As the global financial crisis progressed, the confusion in both the global and domestic financial markets became pervasive and the instability in the domestic swap market deepened. In this report we review the current state of the swap markets in Korea. We explore the factors that negatively impacted on the stability of the domestic swap markets. We offer some suggestions to improve the stability of the swap market.
The usual relationship between the bond markets and the swap markets represented mostly by a rational risk premium structure has collapsed in recent years. The risk premium inversion known as the swap spread inversion characterized by treasury yields exceeding IRS rates(fixed rates in an interest rate swap) had a beginning in 2002, persisted thereafter and aggravated through the global financial crisis. The swap spread inversion where the IRS rate is lower than the treasury rate appears to be caused by the financial institutions` preference for fixed interest rate, increase in the issue of structured notes among others. Banks have issued bonds which pay fixed interest rates to fund their loan portfolios. Since their loan portfolios, especially the mortgage loans, receive floating interest rates, banks often hedge the floating rate loans by takin gthe IRS receive position. The heavy demand of the IRS receive position from banks has exerted a severe downward pressure on the IRS rates. There is yet another type of a swap market anomaly, an arbitrage opportunity for foreign banks. The arbitrage operations between the swap markets and the bond markets, which became very prominent during the global financial crisis, is structured as follows. Foreign investors take the CRS pay position in a cross currency interest rate swap, where they pay the fixed rate on the funds in Korean currency they receive, that is, pay the CRS rate and receive the LIBOR rates for the funds in the US currency they lend. The funds in Korean currency are invested in the Korean treasuries as is often the case, the foreign investors realize the arbitrage profits, which is the difference between the treasury rates and the CRS rates. Through the currency swap, the foreign investors can purchase Korean treasuries and lock in the arbitrage profit. If the foreign investors invest the Korean funds they borrow at the CRS rate in CD rate products instead and hedge the CD rates by taking the IRS receive position, then foreign investors realize the arbitrage profits, which is the difference between the IRS rates and the CRS rates.
The Korean exporters have also played a role in creating the arbitrage opportunity for the foreign banks. The exporters sell the future receipts in the US dollars forward to hedge the exchange rate risk. In the process banks often have to sell the US dollars in the spot market to meet the regulatory limit on the net foreign currency holdings. Banks fund the US dollar requirement by entering into the currency swap with the Korean branches of foreign banks. This creates demand on the CRS receive position pushing the swap rate down.

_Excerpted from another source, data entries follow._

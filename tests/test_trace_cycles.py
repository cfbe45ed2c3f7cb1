"""Cycles: found, given, uneven, left out, gated, drifting."""

from __future__ import annotations

import numpy as np
import pytest

import pulsekit as pk
from pulsekit.errors import InputError, PulsekitError, SignalError
from pulsekit.trace import Signal, find_cycles
from pulsekit.trace.feet import locate_feet, refine_feet
from pulsekit.trace.periods import find_period, refine_period


def smooth(phase):
    """A made-up course with five harmonics and a steep rise."""
    return (
        3
        + 2 * np.cos(2 * np.pi * phase - 1)
        + np.cos(4 * np.pi * phase - 2.2)
        + 0.4 * np.cos(6 * np.pi * phase + 2.6)
        + 0.1 * np.cos(10 * np.pi * phase)
    )


def beat(time):
    """A made-up beat from its foot: a pulse, then rest; its pace does not follow the beat's length."""
    rise, back = np.clip(time / 0.09, 0, None), np.clip((time - 0.16) / 0.08, 0, None)
    return 1 + 10 * rise**3 * np.exp(3 * (1 - rise)) - 3 * back**3 * np.exp(3 * (1 - back))


def uneven(lengths, *, rate=200.0, before=0.2, noise=0.0, gains=None, seed=0):
    onsets = before - lengths[0] + np.concatenate([[0], np.cumsum(lengths)])
    time = np.arange(0, onsets[-1] + 0.05, 1 / rate)
    place = np.clip(np.searchsorted(onsets, time, side="right") - 1, 0, None)
    size = np.ones(onsets.size) if gains is None else gains
    values = size[place] * beat(time - onsets[place])
    return Signal(time, values + noise * np.random.default_rng(seed).normal(size=time.size), name="flow"), onsets


# --- the period ---


@pytest.mark.parametrize("period", [0.8637, 1.0 / 3, 0.5])
def test_a_period_is_found_far_below_one_sample(period):
    time = np.arange(0, 9.0, 0.01)
    found = find_cycles(Signal(time, smooth(time / period))).period
    # Five harmonics, all of them fitted: only rounding is left (1e-16 of the values over a sum of 900).
    assert found == pytest.approx(period, rel=1e-9)


def test_with_noise_the_period_stays_within_a_few_of_its_cramer_rao_bound():
    rng = np.random.default_rng(4)
    period, sigma, n, step = 0.8637, 0.3, 1000, 0.01
    time = np.arange(n) * step
    errors = [
        refine_period(Signal(time, np.cos(2 * np.pi * time / period) + sigma * rng.normal(size=n)), period * 1.001) / period - 1
        for _ in range(60)
    ]
    # var(omega) >= 24 sigma^2/(A^2 n^3 step^2) for one sinusoid of unknown phase (Kay, Fundamentals of Statistical Signal Processing, ex. 3.14, from memory).
    bound = np.sqrt(24 * sigma**2 / n**3) / step * period / (2 * np.pi)
    # The fit has eight harmonics, which cost little; 60 runs know a deviation to 9 %: 1.5 leaves four of these.
    assert np.std(errors) < 1.5 * bound


def test_a_multiple_of_the_period_is_not_taken_for_it():
    time = np.arange(0, 12.0, 0.01)
    assert find_period(Signal(time, smooth(time / 0.9))) == pytest.approx(0.9, rel=0.01)


def test_the_record_of_n_samples_covers_n_intervals():
    time = np.arange(400) * 0.01  # the last sample is at 3.99 s, and yet four cycles of 1 s are whole
    assert find_cycles(Signal(time, smooth(time)), period="1 s").count == 4
    assert find_cycles(Signal(time, smooth(time)), period=1000 * pk.quantities.registry().millisecond).count == 4


@pytest.mark.parametrize("period", ["0 s", "-1 s", "nan s", "3 mm"])
def test_a_period_that_is_none_is_refused(period):
    time = np.arange(400) * 0.01
    with pytest.raises(InputError, match="period"):
        find_cycles(Signal(time, smooth(time)), period=period)


def test_a_signal_that_does_not_repeat_itself_is_refused():
    time = np.arange(400) * 0.01
    for values in (np.full(400, 3.0), time**2):
        with pytest.raises(SignalError, match="period"):
            find_cycles(Signal(time, values))


# --- less than a cycle, and the gated one ---


def test_a_period_longer_than_the_record_names_both():
    time = np.arange(100) * 0.01
    with pytest.raises(SignalError, match=r"1\.5 s.*longer than the recording of 1 s"):
        find_cycles(Signal(time, smooth(time)), period=1.5)


@pytest.mark.parametrize(("missing", "allowed"), [(0.04, True), (0.14, True), (0.16, False)])
def test_a_gated_cycle_may_stop_short_by_fifteen_per_cent(missing, allowed):
    frames = 25
    time = np.arange(frames) * (1 - missing) / frames

    def course(time):
        return 3 + 2 * np.cos(2 * np.pi * time - 1) + np.cos(4 * np.pi * time - 2.2) + 0.4 * np.cos(6 * np.pi * time + 2.6)

    signal = Signal(time, course(time))
    if not allowed:
        with pytest.raises(SignalError, match="15 %"):
            find_cycles(signal, period=1.0)
        return
    cycles = find_cycles(signal, period=1.0)
    assert cycles.period == 1.0
    assert cycles.gap == pytest.approx(missing)
    assert any("gap is left open" in remark for remark in cycles.remarks)
    harmonics = pk.decompose(cycles, count=3)
    # Three harmonics and no noise: the gap is bridged exactly, to the condition of the fit.
    np.testing.assert_allclose(harmonics.evaluate(np.linspace(0, 1, 50)), course(np.linspace(0, 1, 50)), atol=1e-9)


def test_a_gap_leaves_fewer_harmonics():
    from pulsekit.trace.decompose import most_harmonics

    def most(missing):
        time = np.arange(24) * (1 - missing) / 24
        return most_harmonics(find_cycles(Signal(time, smooth(time)), period=1.0))

    assert most(0.0) == 11
    counts = [most(missing) for missing in (0.0, 0.05, 0.10, 0.14)]
    assert counts == sorted(counts, reverse=True)
    assert counts[-1] >= 2


# --- uneven cycles ---


def test_uneven_beats_are_cut_at_their_own_feet():
    rng = np.random.default_rng(1)
    lengths = 0.85 * (1 + 0.06 * rng.standard_normal(14))
    gains = 1 + 0.1 * rng.standard_normal(15)
    signal, onsets = uneven(lengths, noise=0.15, gains=gains)
    cycles = find_cycles(signal)
    assert cycles.align == "onset"
    found = cycles.all_onsets
    shift = found - onsets[np.abs(onsets[:, None] - found).argmin(axis=0)]
    # The tangent's foot lies a fixed time after the first rise; what counts is that it does so in every beat: within a fifth of a sample (5 ms).
    assert np.ptp(shift[:-1]) < 5e-3
    assert np.std(shift[:-1]) < 1e-3
    assert cycles.count >= 11


def test_a_taller_beat_is_not_taken_for_an_earlier_one():
    gains = np.where(np.arange(13) % 2, 1.4, 0.8)
    signal, _ = uneven(np.full(12, 0.85), gains=gains)
    feet = refine_feet(signal, locate_feet(signal, 0.85))
    assert np.std(np.diff(feet)) < 1e-3


def test_a_constant_pace_is_kept_as_one_period():
    signal, _ = uneven(np.full(12, 0.85), noise=0.2)
    cycles = find_cycles(signal)
    assert cycles.uniform
    assert cycles.align == "stretch"
    assert cycles.period == pytest.approx(0.85, rel=2e-4)


def test_stretching_lowers_the_peak_and_the_onset_keeps_it():
    """Systole does not stretch: with 8 % variation, mapping each beat to one phase smears the late systole more than the early."""
    rng = np.random.default_rng(2)
    signal, onsets = uneven(np.clip(0.85 * (1 + 0.08 * rng.standard_normal(60)), 0.6, 1.15))
    fluid, tube = pk.Fluid(density=1060, viscosity=3.5e-3), pk.CircularTube(radius=3e-3)

    def shear(harmonics):
        flow = pk.solve(harmonics.multiplied(1e-6), quantity="flow_rate", tube=tube, fluid=fluid)
        course = flow.wall_shear_stress.evaluate(np.linspace(0, harmonics.period, 2000))
        return course.max(), course.min()

    # Truth: the beat itself over the median period.
    period = float(np.median(np.diff(onsets[1:-1])))
    time = np.arange(4096) / 4096 * period
    high, low = shear(pk.decompose(find_cycles(Signal(time, beat(time)), period=period), count=25))
    found = {align: shear(pk.decompose(find_cycles(signal, onsets=onsets[1:-1], align=align), count=25)) for align in ("stretch", "onset")}
    # In time from the onset nothing is smeared; 5 ms between samples leave a per mille or so.
    np.testing.assert_allclose(found["onset"], (high, low), rtol=0.01)
    assert found["stretch"][0] < 0.995 * high
    assert abs(found["stretch"][1]) < 0.93 * abs(low)


def test_the_mean_is_that_of_the_whole_cycles():
    """Short and long beats in turn: the window of the median period would be far off."""
    lengths = np.where(np.arange(16) % 3 == 0, 1.25, 0.8)
    signal, onsets = uneven(lengths, rate=1000.0)
    cycles = find_cycles(signal, onsets=onsets[1:-1], align="onset", keep_odd=True)
    exact = sum(float(np.trapezoid(beat(np.linspace(0, length, 4001)), dx=length / 4000)) for length in lengths[1:-1]) / lengths[1:-1].sum()
    harmonics = pk.decompose(cycles)
    # Trapezia on 1 kHz samples of a course of class C2, onsets between samples.
    assert harmonics.mean == pytest.approx(exact, rel=1e-4)
    assert harmonics.frequency == pytest.approx(1 / np.median(lengths[1:-1]))
    assert cycles.period == pytest.approx(lengths[1:-1].mean())
    assert any("window" in remark and "steps by" in remark for remark in harmonics.remarks)
    np.testing.assert_allclose(cycles.integrals().sum() / cycles.periods.sum(), exact, rtol=1e-4)


def test_onsets_may_be_told_with_units():
    time = np.arange(400) * 0.01
    cycles = find_cycles(Signal(time, smooth(time)), onsets=["0.5 s", "1500 ms", "2.5 s"])
    assert cycles.count == 2
    np.testing.assert_allclose(cycles.onsets, [0.5, 1.5])


@pytest.mark.parametrize("onsets", [[1.0], [2.0, 1.0], [7.0, 8.0]])
def test_onsets_that_make_no_cycle_are_refused(onsets):
    time = np.arange(400) * 0.01
    with pytest.raises(SignalError):
        find_cycles(Signal(time, smooth(time)), onsets=onsets)


# --- odd cycles ---


def test_a_bad_beat_is_left_out_and_listed():
    signal, onsets = uneven(np.full(12, 0.85) + 0.04 * np.sin(np.arange(12)), noise=0.1)
    values = signal.values.copy()
    bad = (signal.time > onsets[6] + 0.05) & (signal.time < onsets[7] - 0.1)
    values[bad] = np.random.default_rng(3).normal(size=int(bad.sum()))
    cycles = find_cycles(signal.replace(values=values))
    assert len(cycles.left_out) == 1
    index, reason = cycles.left_out[0]
    assert cycles.all_onsets[index] == pytest.approx(onsets[6], abs=0.05)
    assert "does not look like the others" in reason
    assert any(f"Cycle {index + 1} " in remark for remark in cycles.remarks)
    assert index not in cycles.kept
    kept_all = find_cycles(signal.replace(values=values), keep_odd=True)
    assert kept_all.count == cycles.count + 1


def test_good_beats_of_a_noisy_record_are_kept():
    rng = np.random.default_rng(8)
    signal, _ = uneven(0.85 * (1 + 0.04 * rng.standard_normal(20)), noise=0.5, gains=1 + 0.08 * rng.standard_normal(21))
    assert not find_cycles(signal).left_out


def test_a_missed_trigger_makes_one_long_cycle_that_is_left_out():
    time = np.arange(0, 12, 0.01)
    onsets = np.delete(np.arange(0, 12, 1.0), 5)
    cycles = find_cycles(Signal(time, smooth(time)), onsets=onsets, align="stretch")
    assert [index for index, _ in cycles.left_out] == [4]


def test_a_cycle_without_its_samples_is_left_out():
    time = np.arange(0, 8, 0.01)
    weights = np.where((time > 3.1) & (time < 3.6), 0.0, 1.0)
    values = np.where(weights > 0, smooth(time), 1e6)
    cycles = find_cycles(Signal(time, values, weights=weights), period=1.0)
    assert [index for index, _ in cycles.left_out] == [3]
    assert "missing" in cycles.left_out[0][1]
    # The bad samples touch nothing.
    np.testing.assert_allclose(pk.decompose(cycles, count=5).mean, 3.0, rtol=1e-9)


def test_the_user_leaves_out_by_number_from_one():
    time = np.arange(0, 8, 0.01)
    cycles = find_cycles(Signal(time, smooth(time)), period=1.0, leave_out=[3])
    assert [index + 1 for index, _ in cycles.left_out] == [3]
    assert "Cycle 3" in " ".join(cycles.remarks)
    with pytest.raises(PulsekitError, match="cycles 1 to 8"):
        cycles.without([8])
    with pytest.raises(PulsekitError, match="every cycle"):
        cycles.without(range(8))


# --- drift ---


def test_a_drift_is_reported_and_removed_only_when_asked():
    time = np.arange(0, 10, 0.01)
    signal = Signal(time, smooth(time) + 0.2 * time)
    left = find_cycles(signal, period=1.0)
    assert any("drifts" in remark and "left in" in remark for remark in left.remarks)
    np.testing.assert_array_equal(left.signal.values, signal.values)
    removed = find_cycles(signal, period=1.0, remove_drift=True)
    # A ramp taken out about the middle leaves the mean; the slope comes from cycle means and is exact for a straight ramp.
    assert np.ptp(removed.folded([0.25])) < 1e-6
    assert not any("drifts" in r for r in find_cycles(Signal(time, smooth(time)), period=1.0).remarks)


def test_fewer_than_four_samples_are_refused():
    with pytest.raises(SignalError, match="at least 4"):
        find_cycles(Signal([0, 1, 2], [0, 1, 0]))


def test_arrays_make_a_signal():
    signal = Signal(time=[0.0, 0.5, 1.0, 1.5], values=[1e-6, 2e-6, 1e-6, 2e-6], unit="mL/min", name="flow")
    assert find_cycles(signal, period="1 s").count == 2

Similar trades occur when offshore funds managed by Korean fund management firms try to hedge the proceeds from the foreign investments adding to the demand on the CRS receive position.
We make the following suggestions to help develop the swap markets. Presently domestic financial institutions are not true swap banks and act primarily as liquidity demanders in the swap markets. They need to play a market making role providing liquidity to the swap market. Korean swap markets are yet comparatively small so that they tend to show a large increase in volatility in times of a severe market disruption. To improve the stability in the swap markets, Korean swap markets must grow in size. Improvement in the trade execution system for the swap markets is necessary. The straight through process(STP) needs to be developed so that the entire trade system is completely automated. In order to increase the trade completion, we recommend that the central counter party(CCP) system be examined. There is a difference between the current repo market practice and the repo market that is adapted to the swap market. In order to facilitate the repo market operations required for the swap banks the treasury repo market specifically for the swap banks needs to be introduced. In order for swap banks to hedge embedded options, new types of options need to introduced. In short, all major markets linked with the swap market such as bond markets, derivatives markets, foreign currency markets and money markets need to be developed even further.